# [What you have to do]
Pull every "number" line out of the data below.

# [Task material]
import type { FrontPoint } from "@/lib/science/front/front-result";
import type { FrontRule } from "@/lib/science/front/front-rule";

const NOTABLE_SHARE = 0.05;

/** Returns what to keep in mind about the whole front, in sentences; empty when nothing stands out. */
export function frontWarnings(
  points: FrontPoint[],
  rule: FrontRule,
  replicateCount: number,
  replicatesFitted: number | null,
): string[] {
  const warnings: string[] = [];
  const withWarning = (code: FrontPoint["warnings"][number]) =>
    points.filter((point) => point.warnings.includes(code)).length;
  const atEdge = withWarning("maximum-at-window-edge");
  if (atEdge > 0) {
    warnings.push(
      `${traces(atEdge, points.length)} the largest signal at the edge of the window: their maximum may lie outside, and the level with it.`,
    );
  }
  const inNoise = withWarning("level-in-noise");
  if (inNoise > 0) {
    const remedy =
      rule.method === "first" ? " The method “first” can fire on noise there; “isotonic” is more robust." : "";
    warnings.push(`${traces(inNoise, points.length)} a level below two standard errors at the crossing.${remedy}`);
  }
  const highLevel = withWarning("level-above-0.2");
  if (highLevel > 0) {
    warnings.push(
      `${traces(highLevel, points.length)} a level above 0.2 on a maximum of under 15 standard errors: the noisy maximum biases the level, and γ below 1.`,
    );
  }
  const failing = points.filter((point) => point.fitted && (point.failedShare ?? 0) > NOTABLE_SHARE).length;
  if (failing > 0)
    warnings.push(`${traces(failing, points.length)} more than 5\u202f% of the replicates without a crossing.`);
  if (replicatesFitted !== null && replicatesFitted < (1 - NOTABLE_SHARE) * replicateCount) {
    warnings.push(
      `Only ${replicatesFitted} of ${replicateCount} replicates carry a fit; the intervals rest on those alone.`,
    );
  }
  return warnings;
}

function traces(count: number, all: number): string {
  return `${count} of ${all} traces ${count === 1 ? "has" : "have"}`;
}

# [Response]
  replicateCount: number,
  replicatesFitted: number | null,
  const withWarning = (code: FrontPoint["warnings"][number]) =>
function traces(count: number, all: number): string {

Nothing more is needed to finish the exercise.